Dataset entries

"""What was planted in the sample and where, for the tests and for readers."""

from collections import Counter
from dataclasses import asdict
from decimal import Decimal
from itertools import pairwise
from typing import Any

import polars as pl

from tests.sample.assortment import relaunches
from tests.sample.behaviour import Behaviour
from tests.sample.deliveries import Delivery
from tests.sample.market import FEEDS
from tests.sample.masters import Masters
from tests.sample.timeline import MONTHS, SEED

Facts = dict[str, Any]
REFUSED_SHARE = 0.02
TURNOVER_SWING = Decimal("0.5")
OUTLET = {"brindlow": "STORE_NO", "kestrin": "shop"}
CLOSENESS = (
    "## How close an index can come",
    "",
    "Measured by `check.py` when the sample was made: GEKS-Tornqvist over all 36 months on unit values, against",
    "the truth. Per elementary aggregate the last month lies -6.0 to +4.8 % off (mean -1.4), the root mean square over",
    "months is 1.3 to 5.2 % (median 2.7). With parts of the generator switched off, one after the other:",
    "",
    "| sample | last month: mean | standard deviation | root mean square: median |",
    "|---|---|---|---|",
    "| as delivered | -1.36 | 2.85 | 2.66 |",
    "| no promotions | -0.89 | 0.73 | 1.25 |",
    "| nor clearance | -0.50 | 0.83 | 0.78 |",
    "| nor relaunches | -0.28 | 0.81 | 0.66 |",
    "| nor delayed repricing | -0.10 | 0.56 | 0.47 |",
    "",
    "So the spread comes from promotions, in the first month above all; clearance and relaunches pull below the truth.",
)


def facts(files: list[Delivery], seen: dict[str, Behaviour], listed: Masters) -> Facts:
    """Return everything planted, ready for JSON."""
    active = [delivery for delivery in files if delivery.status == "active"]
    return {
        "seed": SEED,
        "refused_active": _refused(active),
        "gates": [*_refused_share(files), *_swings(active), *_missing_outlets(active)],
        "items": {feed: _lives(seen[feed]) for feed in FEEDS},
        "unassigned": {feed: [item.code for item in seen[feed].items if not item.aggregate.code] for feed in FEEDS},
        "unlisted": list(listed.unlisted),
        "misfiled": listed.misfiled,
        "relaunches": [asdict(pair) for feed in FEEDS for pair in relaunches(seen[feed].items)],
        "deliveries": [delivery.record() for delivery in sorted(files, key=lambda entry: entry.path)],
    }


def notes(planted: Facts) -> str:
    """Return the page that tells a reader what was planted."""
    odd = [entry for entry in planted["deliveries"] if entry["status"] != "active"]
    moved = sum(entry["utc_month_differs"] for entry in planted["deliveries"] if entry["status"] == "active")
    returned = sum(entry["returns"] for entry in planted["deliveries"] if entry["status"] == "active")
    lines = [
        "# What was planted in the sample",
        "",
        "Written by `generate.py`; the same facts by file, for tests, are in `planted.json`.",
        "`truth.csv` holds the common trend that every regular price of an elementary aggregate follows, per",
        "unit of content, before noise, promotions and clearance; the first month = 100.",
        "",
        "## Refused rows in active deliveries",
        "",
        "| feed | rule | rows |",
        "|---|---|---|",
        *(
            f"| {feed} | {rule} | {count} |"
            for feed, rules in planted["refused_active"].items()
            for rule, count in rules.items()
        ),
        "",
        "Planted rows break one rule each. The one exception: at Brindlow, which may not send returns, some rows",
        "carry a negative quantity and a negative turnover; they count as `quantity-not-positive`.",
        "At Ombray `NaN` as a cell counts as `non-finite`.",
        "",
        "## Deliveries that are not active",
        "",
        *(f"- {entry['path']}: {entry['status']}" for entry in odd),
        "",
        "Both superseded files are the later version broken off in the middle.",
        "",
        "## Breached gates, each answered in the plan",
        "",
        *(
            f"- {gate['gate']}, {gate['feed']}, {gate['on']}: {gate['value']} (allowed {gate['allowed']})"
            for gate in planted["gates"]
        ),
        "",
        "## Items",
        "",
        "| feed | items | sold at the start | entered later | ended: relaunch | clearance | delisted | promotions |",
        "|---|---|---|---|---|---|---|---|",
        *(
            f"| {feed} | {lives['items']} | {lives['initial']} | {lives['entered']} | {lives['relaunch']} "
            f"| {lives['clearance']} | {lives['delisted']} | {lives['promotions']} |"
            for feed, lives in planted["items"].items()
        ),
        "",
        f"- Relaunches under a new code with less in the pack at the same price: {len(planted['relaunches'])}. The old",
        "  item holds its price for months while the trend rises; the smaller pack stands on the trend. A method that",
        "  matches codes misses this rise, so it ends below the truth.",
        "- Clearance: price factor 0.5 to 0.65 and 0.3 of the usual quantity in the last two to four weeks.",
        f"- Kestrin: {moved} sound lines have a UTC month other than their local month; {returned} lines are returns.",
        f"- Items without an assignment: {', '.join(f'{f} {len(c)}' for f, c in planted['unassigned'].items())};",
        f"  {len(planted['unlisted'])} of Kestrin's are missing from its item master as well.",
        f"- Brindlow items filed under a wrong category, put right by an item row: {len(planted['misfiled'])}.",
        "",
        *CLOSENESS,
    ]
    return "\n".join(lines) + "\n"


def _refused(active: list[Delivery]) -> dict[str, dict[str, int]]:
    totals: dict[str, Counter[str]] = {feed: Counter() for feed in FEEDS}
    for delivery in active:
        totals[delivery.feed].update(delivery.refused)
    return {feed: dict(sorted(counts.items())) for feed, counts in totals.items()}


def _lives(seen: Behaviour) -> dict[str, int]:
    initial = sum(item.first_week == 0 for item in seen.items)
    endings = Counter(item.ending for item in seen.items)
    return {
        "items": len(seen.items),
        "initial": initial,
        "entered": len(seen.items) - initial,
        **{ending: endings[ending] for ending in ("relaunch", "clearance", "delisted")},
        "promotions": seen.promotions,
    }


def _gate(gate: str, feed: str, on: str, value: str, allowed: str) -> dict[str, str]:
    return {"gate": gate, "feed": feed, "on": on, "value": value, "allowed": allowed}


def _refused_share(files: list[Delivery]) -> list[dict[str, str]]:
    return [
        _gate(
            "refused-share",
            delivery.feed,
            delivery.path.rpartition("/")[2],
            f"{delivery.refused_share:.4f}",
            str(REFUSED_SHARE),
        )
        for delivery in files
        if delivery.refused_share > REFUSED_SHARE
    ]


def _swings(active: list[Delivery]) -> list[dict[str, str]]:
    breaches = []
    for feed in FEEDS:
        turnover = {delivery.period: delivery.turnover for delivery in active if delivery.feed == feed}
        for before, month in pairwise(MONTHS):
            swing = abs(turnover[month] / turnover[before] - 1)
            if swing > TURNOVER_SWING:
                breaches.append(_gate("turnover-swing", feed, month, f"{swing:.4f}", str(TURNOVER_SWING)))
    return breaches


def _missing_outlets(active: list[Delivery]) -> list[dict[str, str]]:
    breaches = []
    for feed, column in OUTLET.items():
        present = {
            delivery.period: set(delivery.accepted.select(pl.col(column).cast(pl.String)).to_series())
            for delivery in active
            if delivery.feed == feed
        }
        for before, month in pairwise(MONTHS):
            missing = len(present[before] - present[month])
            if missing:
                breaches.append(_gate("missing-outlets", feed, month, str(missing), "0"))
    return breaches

...

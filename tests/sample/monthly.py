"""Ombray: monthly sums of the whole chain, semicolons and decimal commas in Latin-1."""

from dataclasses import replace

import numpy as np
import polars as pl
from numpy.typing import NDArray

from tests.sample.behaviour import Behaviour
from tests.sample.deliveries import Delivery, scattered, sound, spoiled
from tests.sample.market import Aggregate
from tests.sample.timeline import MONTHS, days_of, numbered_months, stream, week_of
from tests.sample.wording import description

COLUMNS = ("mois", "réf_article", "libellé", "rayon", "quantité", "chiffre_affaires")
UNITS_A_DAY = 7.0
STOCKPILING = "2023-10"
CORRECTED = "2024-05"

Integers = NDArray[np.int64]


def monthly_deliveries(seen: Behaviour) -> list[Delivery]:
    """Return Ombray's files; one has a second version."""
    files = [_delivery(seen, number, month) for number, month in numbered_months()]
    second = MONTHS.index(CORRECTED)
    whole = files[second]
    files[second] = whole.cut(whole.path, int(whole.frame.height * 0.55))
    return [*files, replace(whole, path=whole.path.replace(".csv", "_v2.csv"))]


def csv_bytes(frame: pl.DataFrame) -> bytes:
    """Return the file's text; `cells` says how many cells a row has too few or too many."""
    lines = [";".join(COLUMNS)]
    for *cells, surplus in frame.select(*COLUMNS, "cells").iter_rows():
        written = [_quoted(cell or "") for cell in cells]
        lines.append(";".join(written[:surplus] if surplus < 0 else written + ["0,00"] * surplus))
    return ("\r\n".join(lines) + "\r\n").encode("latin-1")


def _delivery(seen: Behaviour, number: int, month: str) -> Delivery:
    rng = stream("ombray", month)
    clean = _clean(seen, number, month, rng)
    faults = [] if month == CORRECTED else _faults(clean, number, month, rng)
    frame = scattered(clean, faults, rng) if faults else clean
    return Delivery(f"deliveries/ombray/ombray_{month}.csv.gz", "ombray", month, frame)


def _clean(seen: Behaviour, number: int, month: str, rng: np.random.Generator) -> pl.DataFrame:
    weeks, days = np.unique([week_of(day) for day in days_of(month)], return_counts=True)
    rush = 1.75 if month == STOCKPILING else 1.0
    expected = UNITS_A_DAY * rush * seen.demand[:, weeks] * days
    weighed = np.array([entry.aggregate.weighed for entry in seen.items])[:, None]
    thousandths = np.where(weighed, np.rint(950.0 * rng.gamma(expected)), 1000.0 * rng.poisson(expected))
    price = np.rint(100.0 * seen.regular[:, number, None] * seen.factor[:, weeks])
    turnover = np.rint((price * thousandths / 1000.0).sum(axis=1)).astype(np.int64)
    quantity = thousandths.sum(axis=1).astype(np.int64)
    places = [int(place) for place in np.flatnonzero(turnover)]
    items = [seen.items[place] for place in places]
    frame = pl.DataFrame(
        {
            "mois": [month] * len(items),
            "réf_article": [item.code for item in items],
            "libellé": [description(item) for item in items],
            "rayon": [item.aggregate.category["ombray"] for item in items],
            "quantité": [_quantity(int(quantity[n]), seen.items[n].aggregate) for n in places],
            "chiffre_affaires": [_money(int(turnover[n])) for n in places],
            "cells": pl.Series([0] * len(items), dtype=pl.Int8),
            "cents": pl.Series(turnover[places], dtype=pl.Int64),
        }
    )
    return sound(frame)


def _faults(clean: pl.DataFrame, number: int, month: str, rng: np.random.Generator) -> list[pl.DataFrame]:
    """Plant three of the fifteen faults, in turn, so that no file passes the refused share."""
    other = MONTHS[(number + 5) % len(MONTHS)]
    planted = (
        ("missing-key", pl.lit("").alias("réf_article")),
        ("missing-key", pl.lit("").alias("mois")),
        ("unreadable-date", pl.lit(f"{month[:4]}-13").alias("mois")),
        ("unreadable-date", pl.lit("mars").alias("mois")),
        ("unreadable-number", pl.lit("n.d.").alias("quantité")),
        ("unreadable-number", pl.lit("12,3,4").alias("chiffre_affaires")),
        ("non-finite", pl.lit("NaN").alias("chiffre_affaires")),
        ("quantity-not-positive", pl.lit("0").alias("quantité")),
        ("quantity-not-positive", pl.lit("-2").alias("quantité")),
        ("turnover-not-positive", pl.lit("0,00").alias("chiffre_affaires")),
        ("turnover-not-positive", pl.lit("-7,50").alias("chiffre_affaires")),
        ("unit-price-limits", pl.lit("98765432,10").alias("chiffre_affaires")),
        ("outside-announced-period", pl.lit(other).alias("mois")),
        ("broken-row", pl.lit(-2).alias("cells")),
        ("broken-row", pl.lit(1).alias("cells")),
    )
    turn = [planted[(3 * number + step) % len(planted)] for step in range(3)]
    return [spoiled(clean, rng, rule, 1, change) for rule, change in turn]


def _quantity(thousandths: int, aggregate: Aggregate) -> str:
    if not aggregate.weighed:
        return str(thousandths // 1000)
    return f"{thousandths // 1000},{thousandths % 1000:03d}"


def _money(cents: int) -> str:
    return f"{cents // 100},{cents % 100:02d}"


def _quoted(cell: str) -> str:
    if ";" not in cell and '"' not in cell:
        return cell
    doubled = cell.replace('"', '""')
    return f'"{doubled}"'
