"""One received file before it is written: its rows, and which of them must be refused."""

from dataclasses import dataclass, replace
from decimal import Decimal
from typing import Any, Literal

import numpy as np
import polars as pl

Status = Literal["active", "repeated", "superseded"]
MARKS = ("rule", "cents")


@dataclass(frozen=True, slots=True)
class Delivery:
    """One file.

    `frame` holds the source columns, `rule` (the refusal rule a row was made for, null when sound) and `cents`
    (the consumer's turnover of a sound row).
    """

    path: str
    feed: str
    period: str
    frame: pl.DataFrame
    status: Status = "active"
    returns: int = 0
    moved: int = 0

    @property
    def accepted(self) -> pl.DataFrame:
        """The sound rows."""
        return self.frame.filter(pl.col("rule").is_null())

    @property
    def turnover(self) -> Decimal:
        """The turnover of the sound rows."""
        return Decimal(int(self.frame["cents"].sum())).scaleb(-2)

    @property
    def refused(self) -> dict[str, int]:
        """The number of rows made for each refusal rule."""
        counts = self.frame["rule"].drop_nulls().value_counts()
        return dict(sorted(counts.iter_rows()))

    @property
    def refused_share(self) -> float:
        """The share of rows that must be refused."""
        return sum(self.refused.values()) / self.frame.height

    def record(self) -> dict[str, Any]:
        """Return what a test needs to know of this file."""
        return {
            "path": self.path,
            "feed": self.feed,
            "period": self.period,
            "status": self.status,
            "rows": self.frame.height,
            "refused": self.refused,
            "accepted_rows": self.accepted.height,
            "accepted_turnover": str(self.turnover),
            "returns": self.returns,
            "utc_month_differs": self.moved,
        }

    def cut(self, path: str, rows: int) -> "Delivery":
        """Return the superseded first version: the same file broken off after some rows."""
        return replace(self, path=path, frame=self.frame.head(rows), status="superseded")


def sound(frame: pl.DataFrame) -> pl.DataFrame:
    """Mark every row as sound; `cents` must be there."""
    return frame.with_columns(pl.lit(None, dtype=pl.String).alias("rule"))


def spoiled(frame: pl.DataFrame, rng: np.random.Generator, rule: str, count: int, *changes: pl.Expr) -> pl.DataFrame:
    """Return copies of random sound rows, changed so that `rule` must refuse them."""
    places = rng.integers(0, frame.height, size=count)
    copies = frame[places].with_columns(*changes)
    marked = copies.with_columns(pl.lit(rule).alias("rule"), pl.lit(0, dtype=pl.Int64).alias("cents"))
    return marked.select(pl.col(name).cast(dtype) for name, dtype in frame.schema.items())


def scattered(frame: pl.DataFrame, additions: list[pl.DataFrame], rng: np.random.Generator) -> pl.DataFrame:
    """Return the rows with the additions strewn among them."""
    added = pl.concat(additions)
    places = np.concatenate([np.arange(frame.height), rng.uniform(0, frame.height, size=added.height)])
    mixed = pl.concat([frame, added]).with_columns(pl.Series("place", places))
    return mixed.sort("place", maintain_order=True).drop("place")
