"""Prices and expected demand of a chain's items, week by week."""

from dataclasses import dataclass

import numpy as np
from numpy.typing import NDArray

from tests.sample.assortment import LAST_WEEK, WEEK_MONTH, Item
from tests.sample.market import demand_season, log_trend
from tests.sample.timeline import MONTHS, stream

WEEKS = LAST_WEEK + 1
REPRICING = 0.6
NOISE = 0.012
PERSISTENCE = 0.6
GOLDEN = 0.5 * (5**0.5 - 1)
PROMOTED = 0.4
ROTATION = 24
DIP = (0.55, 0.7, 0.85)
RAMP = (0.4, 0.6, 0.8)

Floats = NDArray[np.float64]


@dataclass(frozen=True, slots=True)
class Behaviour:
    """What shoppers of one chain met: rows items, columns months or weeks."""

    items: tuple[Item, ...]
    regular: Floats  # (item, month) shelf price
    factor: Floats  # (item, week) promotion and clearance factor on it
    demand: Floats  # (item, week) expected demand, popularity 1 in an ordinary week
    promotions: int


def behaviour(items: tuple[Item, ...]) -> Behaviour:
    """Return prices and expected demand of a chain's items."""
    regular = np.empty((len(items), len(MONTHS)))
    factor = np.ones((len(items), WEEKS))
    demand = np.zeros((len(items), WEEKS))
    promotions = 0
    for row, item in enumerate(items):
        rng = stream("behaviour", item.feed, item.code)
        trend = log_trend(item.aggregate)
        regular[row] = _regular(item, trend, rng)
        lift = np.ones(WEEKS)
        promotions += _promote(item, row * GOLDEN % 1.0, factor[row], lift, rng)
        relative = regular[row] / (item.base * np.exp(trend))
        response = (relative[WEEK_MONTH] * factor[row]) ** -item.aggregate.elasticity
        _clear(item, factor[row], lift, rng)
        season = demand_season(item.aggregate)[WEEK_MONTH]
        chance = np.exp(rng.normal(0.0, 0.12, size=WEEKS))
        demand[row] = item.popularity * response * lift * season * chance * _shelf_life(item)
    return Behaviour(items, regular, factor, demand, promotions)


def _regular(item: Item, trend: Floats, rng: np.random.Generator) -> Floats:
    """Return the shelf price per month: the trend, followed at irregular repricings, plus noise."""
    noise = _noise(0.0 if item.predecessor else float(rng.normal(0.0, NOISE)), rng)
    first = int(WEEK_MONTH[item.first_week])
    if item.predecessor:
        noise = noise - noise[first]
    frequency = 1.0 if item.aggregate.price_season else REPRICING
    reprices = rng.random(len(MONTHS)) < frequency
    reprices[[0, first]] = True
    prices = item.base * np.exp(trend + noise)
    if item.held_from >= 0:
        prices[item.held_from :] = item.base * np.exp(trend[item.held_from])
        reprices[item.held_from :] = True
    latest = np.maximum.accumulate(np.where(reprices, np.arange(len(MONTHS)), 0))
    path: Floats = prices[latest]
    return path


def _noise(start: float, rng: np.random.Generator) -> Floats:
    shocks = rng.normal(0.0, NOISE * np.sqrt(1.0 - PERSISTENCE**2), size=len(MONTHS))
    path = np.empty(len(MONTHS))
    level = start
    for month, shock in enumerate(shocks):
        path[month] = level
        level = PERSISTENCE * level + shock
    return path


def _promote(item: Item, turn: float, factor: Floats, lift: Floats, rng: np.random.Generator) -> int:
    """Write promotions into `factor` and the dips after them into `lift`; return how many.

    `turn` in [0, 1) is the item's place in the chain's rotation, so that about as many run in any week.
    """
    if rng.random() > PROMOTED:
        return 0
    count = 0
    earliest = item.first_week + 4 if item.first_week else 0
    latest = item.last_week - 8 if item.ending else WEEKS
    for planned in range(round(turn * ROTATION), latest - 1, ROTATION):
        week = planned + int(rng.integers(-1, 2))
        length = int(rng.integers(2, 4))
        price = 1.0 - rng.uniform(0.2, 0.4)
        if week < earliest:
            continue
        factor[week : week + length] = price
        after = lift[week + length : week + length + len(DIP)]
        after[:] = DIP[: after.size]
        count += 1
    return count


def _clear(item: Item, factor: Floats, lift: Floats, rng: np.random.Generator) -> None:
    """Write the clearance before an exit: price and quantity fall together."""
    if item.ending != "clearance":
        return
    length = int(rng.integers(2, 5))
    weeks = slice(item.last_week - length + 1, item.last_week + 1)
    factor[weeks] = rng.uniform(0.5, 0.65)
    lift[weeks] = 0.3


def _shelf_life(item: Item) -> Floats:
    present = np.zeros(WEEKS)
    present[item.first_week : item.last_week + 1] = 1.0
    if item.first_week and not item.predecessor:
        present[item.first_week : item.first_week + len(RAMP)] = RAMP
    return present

#### Your instructions
For the records above, how many lines contain the word "typing"? Reply with the number only.

#### Response to this task
4